# New Home media Server



## Samuraijones (Oct 27, 2011)

*Please Help Home media Server Newbie*

Hey guys, I Could Really Use Some Help
I am hoping I can get some help with a new media server. I have read just about every post in the forum and would like some good advice. 
I am currently using a Sony Mega Changer for all my Blu ray movies. (Piece of junk). What I am wanting to do is pu my 400 odd Blu rays on a HDD and create a media server. 
1. I am not sure if I should Have a PC and the server or Just the PC. I figure to get me started I am going to need at least 10 terabytes. 
2. How do I get the best quality to my Home theater. I am not willing to compromise Video or Audio. I have done some reading on the Dune Media players and they seam ok. I would put this in the place of my mega changer. 
3. For the extra storage should I build a server or just go get one. I am really Wanting to use XBMC. Will I have problems in trying to accomplish this. 

Thanks


----------



## nholmes1 (Oct 7, 2010)

Unless you plan on serving the content to other rooms a single HTPC will act fine and provide everything you need in one box. You can always remove extra content or other audio options from the disc to make the size smaller without compromising quality. Can you not locate the htpc/media server in the equipment location? If not then you will have to get some form of media playback device, whether its a smaller media pc or a dedicated media streamer, there are a few options but what works best depends on your situation.


----------



## Samuraijones (Oct 27, 2011)

nholmes1, 
Thanks for the input. Eventually I will be serving the media to other rooms. I would like the keep the server seperate from the pc. I am not willing to sacrifice the content of the Blu Ray media. I will be maing exact copies of the discs. I am just picky that way. Plus with my wife I can not make it to confusing. The menus are a must. I have pretty much decided on a Dune HD max. The help I need most with is the server. I am wanting to get at least a 10 bay hot swap stand up. I can not have this eye sore and loud machine in my living room. I will be putting it in the computer room. What Mobo do you think I should go with. I am not to concerned with backing the BR files sense I own the discs.


----------



## nholmes1 (Oct 7, 2010)

Well if you are going with a true server case than I can understand the need to remotely locate the server. The problem I have had with most media streamer devices is that interface isn't nearly as nice as the htpc.

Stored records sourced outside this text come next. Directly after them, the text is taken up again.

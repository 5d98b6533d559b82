"""The blocks a page is made of. Each can be measured and drawn, at any width and scale."""

from __future__ import annotations

from collections.abc import Sequence
from dataclasses import dataclass
from typing import Protocol

from app.sheet.press import (
    BODY,
    GREY,
    HEADING,
    INK,
    LINE,
    PALE,
    SMALL,
    STRONG,
    Align,
    Press,
    Style,
)
from app.telling.language import in_language as tr


class Block(Protocol):
    """Something that stands on a page."""

    def height(self, press: Press, width: float) -> float:
        """How high it is in a width, in points."""

    def draw(self, press: Press, x: float, y: float, width: float) -> None:
        """Draw it with its upper left corner at (x, y)."""


@dataclass(frozen=True, slots=True)
class Text:
    """A paragraph, indented by `indent` points."""

    words: str
    style: Style = BODY
    indent: float = 0.0
    after: float = 1.5

    def height(self, press: Press, width: float) -> float:
        return press.height(self.words, self.style, width - self.indent) + press.gap(self.after)

    def draw(self, press: Press, x: float, y: float, width: float) -> None:
        press.text(x + self.indent, y, width - self.indent, self.words, self.style)


@dataclass(frozen=True, slots=True)
class Heading:
    """A section's heading over a thin line, with a quiet remark at its right."""

    words: str
    remark: str = ""

    def height(self, press: Press, width: float) -> float:
        return press.gap(5) + press.height(self.words, HEADING, width) + press.gap(2.5)

    def draw(self, press: Press, x: float, y: float, width: float) -> None:
        top = y + press.gap(5)
        high = press.text(x, top, width, self.words, HEADING)
        if self.remark:
            press.text(x, top + press.gap(0.8), width, self.remark, SMALL, Align.RIGHT)
        press.line(x, top + high + press.gap(0.5), x + width, top + high + press.gap(0.5), 0.7)


@dataclass(frozen=True, slots=True)
class Facts:
    """Names and values in columns, read down each column."""

    facts: Sequence[tuple[str, str]]
    columns: int = 2
    name_width: float = 80.0
    value_style: Style = BODY

    def _split(self) -> list[Sequence[tuple[str, str]]]:
        per = -(-len(self.facts) // self.columns)
        return [self.facts[i : i + per] for i in range(0, len(self.facts), per)]

    def height(self, press: Press, width: float) -> float:
        each = self._width(press, width)
        return max((sum(self._row(press, f, each) for f in part) for part in self._split()), default=0.0)

    def _width(self, press: Press, width: float) -> float:
        return (width - press.gap(14) * (self.columns - 1)) / self.columns

    def _row(self, press: Press, fact: tuple[str, str], width: float) -> float:
        name = press.gap(self.name_width)
        return max(
            press.height(fact[1], self.value_style, width - name), press.height(fact[0], SMALL, name)
        ) + press.gap(1.5)

    def draw(self, press: Press, x: float, y: float, width: float) -> None:
        each, name = self._width(press, width), press.gap(self.name_width)
        for n, part in enumerate(self._split()):
            left, top = x + n * (each + press.gap(14)), y
            for fact in part:
                press.text(left, top + press.gap(0.9), name, fact[0], SMALL)
                press.text(left + name, top, each - name, fact[1], self.value_style)
                top += self._row(press, fact, each)


@dataclass(frozen=True, slots=True)
class Column:
    """A table's column: heading, share of the width, and where its texts stand."""

    heading: str
    share: float
    align: Align = Align.LEFT
    style: Style = BODY


@dataclass(frozen=True, slots=True)
class Table:
    """Rows under headings. `quiet` names rows set in grey, `strong` cells (row, column) in bold."""

    columns: Sequence[Column]
    rows: Sequence[Sequence[str]]
    quiet: frozenset[int] = frozenset()
    strong: frozenset[tuple[int, int]] = frozenset()
    pad: float = 5.0

    def _widths(self, press: Press, width: float) -> list[float]:
        pads = press.gap(self.pad) * (len(self.columns) - 1)
        total = sum(c.share for c in self.columns)
        return [(width - pads) * c.share / total for c in self.columns]

    def _cells(self, row: int) -> list[tuple[str, Style, Align]]:
        out = []
        for n, (text, column) in enumerate(zip(self.rows[row], self.columns, strict=True)):
            bold = column.style.bold or (row, n) in self.strong
            style = Style(column.style.size, bold, GREY if row in self.quiet else column.style.ink)
            out.append((text, style, column.align))
        return out

    def _row_height(self, press: Press, row: int, widths: list[float]) -> float:
        cells = self._cells(row)
        return max(press.height(t, s, w, a) for (t, s, a), w in zip(cells, widths, strict=True)) + press.gap(2.5)

    def _head_height(self, press: Press, widths: list[float]) -> float:
        heads = zip(self.columns, widths, strict=True)
        return max(press.height(c.heading, SMALL, w, c.align) for c, w in heads) + press.gap(2)

    def height(self, press: Press, width: float) -> float:
        widths = self._widths(press, width)
        rows = sum(self._row_height(press, n, widths) for n in range(len(self.rows)))
        return self._head_height(press, widths) + rows

    def draw(self, press: Press, x: float, y: float, width: float) -> None:
        widths = self._widths(press, width)
        lefts = [x + sum(widths[:n]) + n * press.gap(self.pad) for n in range(len(widths))]
        for column, left, wide in zip(self.columns, lefts, widths, strict=True):
            press.text(left, y, wide, column.heading, SMALL, column.align)
        y += self._head_height(press, widths)
        for n in range(len(self.rows)):
            press.line(x, y - press.gap(0.6), x + width, y - press.gap(0.6), 0.3, LINE)
            for (text, style, align), left, wide in zip(self._cells(n), lefts, widths, strict=True):
                press.text(left, y, wide, text, style, align)
            y += self._row_height(press, n, widths)


@dataclass(frozen=True, slots=True)
class Flag:
    """A flag in one row: its tier as a word in a box (filled, framed or plain, so that it reads without colour), what
    is met since when, and beside it the evidence."""

    tier: str
    head: str
    evidence: str
    style: Style = STRONG
    box_width: float = 50.0
    head_share: float = 0.4

    def _widths(self, press: Press, width: float) -> tuple[float, float, float]:
        box = press.gap(self.box_width)
        left = width - box - press.gap(12)
        head = left * self.head_share if self.evidence else left
        return box, head, left - head

    def height(self, press: Press, width: float) -> float:
        """The higher of both columns."""
        _, head, evidence = self._widths(press, width)
        beside = press.height(self.evidence, SMALL, evidence) if self.evidence else 0.0
        return max(press.height(self.head, self.style, head), beside) + press.gap(2.5)

    def draw(self, press: Press, x: float, y: float, width: float) -> None:
        """The box, the head, the evidence."""
        box, head, evidence = self._widths(press, width)
        draw_tier(press, x, y - press.gap(0.5), box, self.tier)
        press.text(x + box + press.gap(5), y, head, self.head, self.style)
        if self.evidence:
            press.text(x + box + press.gap(12) + head, y + press.gap(0.5), evidence, self.evidence, SMALL)


@dataclass(frozen=True, slots=True)
class SideBySide:
    """Two columns of blocks."""

    left: tuple[Block, ...]
    right: tuple[Block, ...]
    between: float = 16.0

    def height(self, press: Press, width: float) -> float:
        """The higher of both columns."""
        each = self._width(press, width)
        return max(height_of(self.left, press, each), height_of(self.right, press, each))

    def _width(self, press: Press, width: float) -> float:
        return (width - press.gap(self.between)) / 2

    def draw(self, press: Press, x: float, y: float, width: float) -> None:
        """Each column from the same top."""
        each = self._width(press, width)
        draw_all(self.left, press, x, y, each)
        draw_all(self.right, press, x + each + press.gap(self.between), y, each)


def draw_tier(press: Press, x: float, y: float, width: float, tier: str) -> None:
    """The tier's word in its box; the box's look alone tells the tiers apart too."""
    style = Style(7.0, True, "#ffffff" if tier == "escalate" else INK)
    high = press.height("X", style, width) + press.gap(1.6)
    if tier == "escalate":
        press.box(x, y + press.gap(0.6), width, high, fill=INK, round_by=press.gap(1.5))
    elif tier == "concern":
        press.box(x, y + press.gap(0.6), width, high, fill=PALE, weight=1.1, round_by=press.gap(1.5))
    else:
        press.box(x, y + press.gap(0.6), width, high, weight=0.4, ink=LINE, round_by=press.gap(1.5))
    press.text(x, y + press.gap(1.4), width, tr(tier).upper(), style, Align.CENTRE)


@dataclass(frozen=True, slots=True)
class Signatures:
    """Lines to sign: given by, taken by, each with its time; what is known is printed on its line."""

    given_by: str
    taken_by: str
    at: str = ""
    """When it was given and taken; "" leaves the line to write it."""

    def height(self, press: Press, width: float) -> float:  # noqa: ARG002
        """Room to write."""
        return press.gap(23)

    def draw(self, press: Press, x: float, y: float, width: float) -> None:
        """Two lines for each."""
        half, base = (width - press.gap(16)) / 2, y + press.gap(19)
        for left, label, name in ((x, tr("Given by"), self.given_by),
                                  (x + half + press.gap(16), tr("Taken by"), self.taken_by)):  # fmt: skip
            split, end = left + half * 0.6, left + half
            self._line(press, left, base, split - press.gap(6), label, name)
            self._line(press, split, base, end, tr("Time"), self.at if name else "")

    @staticmethod
    def _line(press: Press, left: float, base: float, right: float, label: str, words: str) -> None:
        named = left + press.width(label, SMALL) + press.gap(4)
        press.text(left, base - press.gap(9), named - left + 2, label, SMALL)
        press.line(named, base, right, base, 0.5)
        press.text(named, base - press.gap(9.5), right - named, words, BODY)


@dataclass(frozen=True, slots=True)
class RuledBox:
    """Room to write by hand, ruled, after what was typed already. It takes the height it is given."""

    words: str
    empty: str = "not recorded; room to write by hand"
    """What stands beside its name where nothing was typed."""
    least: float = 40.0
    rule: float = 15.0

    def height(self, press: Press, width: float) -> float:
        typed = press.height(self.words, BODY, width - press.gap(10)) if self.words else 0.0
        return max(press.gap(self.least), typed + press.gap(self.rule + 8) + self._name_height(press, width))

    @staticmethod
    def _name_height(press: Press, width: float) -> float:
        return press.height(tr("Handover remark"), HEADING, width)

    def draw(self, press: Press, x: float, y: float, width: float) -> None:
        self.draw_high(press, x, y, width, self.height(press, width))

    def draw_high(self, press: Press, x: float, y: float, width: float, high: float) -> None:
        """Draw it with a height of its own."""
        press.box(x, y, width, high, weight=0.5, ink=LINE)
        press.text(x + press.gap(5), y + press.gap(2), width, tr("Handover remark"), HEADING)
        if not self.words:
            press.text(x, y + press.gap(2.5), width - press.gap(5), self.empty, SMALL, Align.RIGHT)
        top = y + press.gap(2) + self._name_height(press, width)
        if self.words:
            top += press.text(x + press.gap(5), top, width - press.gap(10), self.words, BODY)
        line = top + press.gap(self.rule)
        while line < y + high - press.gap(3):
            press.line(x + press.gap(5), line, x + width - press.gap(5), line, 0.3, "#bbbbbb")
            line += press.gap(self.rule)


def height_of(blocks: Sequence[Block], press: Press, width: float) -> float:
    """How high blocks are, one under the other."""
    return sum(b.height(press, width) for b in blocks)


def draw_all(blocks: Sequence[Block], press: Press, x: float, y: float, width: float) -> float:
    """Draw blocks one under the other; the y below the last."""
    for block in blocks:
        block.draw(press, x, y, width)
        y += block.height(press, width)
    return y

I would look for a motherboard with the Z68 chipset from intel and use the SRT technology as it takes a sold state drive and makes it a cache for the main drive speeding up I/O. I went with a Gigabyte board but the Z68 boards are more similar than they are different. Asus, Gigabyte, and MSI are my go to companies but there are plenty of options. 

I would also go with an i7 over an i5 due to the higher 3Rd level cache.


----------



## Samuraijones (Oct 27, 2011)

I have read in a few places where people were having problems with the Media players. I am also wanting to be able to controll it with my universal remote. That is one reason I went with the Dune. It will handle all the audio streams I want and I read it works well with WHS. I am wanting the bigger server because I know my library will do nothing but grow. 

Thanks again for the info and i welcome any advice.


----------



## Mopar_Mudder (Nov 8, 2010)

I use a UnRaid server so store all of my Media: BluRay, DVD, Music, Pictures, Video, TV Series, ECT.

UnRaid will run on pretty cheap hardware and I think is good for up to 15 drives now. This also offers some protection as you can loose up to one drive and not loose any data as long as you replace it. From their you can use a HTPC or Player to stream the content to what ever you want.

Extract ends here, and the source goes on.